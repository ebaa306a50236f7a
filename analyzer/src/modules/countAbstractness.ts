/**
 * Abstract types of a file
 * ========================
 * Counts a file's classes (declarations and expressions) and interfaces, and how many of them
 * are abstract: every interface, and every class marked `abstract`. Martin's abstractness A of
 * a module is Σ abstract / Σ total over its files. Type aliases, enums and plain functions
 * count neither way. Walks raw compiler nodes with an explicit stack, skipping type nodes (no
 * class or interface can sit inside one).
 *
 * [Reference]: R. C. Martin, Agile Software Development: Principles, Patterns, and Practices
 * (2002), the Stable Abstractions Principle: A = abstract classes and interfaces / all classes.
 */
import { ts } from '../compiler';

/** Interfaces and abstract classes (`abstract`) among all classes and interfaces (`total`) of a file. */
export function countAbstractness(sourceFile: ts.SourceFile): { abstract: number; total: number } {
  let abstract = 0;
  let total = 0;
  const stack: ts.Node[] = [sourceFile];
  while (stack.length > 0) {
    const node = stack.pop()!;
    if (ts.isTypeNode(node) && !ts.isExpressionWithTypeArguments(node)) continue;
    if (ts.isInterfaceDeclaration(node)) {
      total++;
      abstract++;
      continue; // an interface holds no classes
    }
    if (ts.isClassDeclaration(node) || ts.isClassExpression(node)) {
      total++;
      if (node.modifiers?.some((m) => m.kind === ts.SyntaxKind.AbstractKeyword)) abstract++;
    }
    ts.forEachChild(node, (child) => void stack.push(child));
  }
  return { abstract, total };
}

_ _ _ _ _ _ _

**Your task**
Which lines run from the one holding "many of them" through the one holding "of a file. */" in the records above? Repeat them exactly, both included, and nothing more.

**Response area**
 * Counts a file's classes (declarations and expressions) and interfaces, and how many of them
 * are abstract: every interface, and every class marked `abstract`. Martin's abstractness A of
 * a module is Σ abstract / Σ total over its files. Type aliases, enums and plain functions
 * count neither way. Walks raw compiler nodes with an explicit stack, skipping type nodes (no
 * class or interface can sit inside one).
 *
 * [Reference]: R. C. Martin, Agile Software Development: Principles, Patterns, and Practices
 * (2002), the Stable Abstractions Principle: A = abstract classes and interfaces / all classes.
 */
import { ts } from '../compiler';

/** Interfaces and abstract classes (`abstract`) among all classes and interfaces (`total`) of a file. */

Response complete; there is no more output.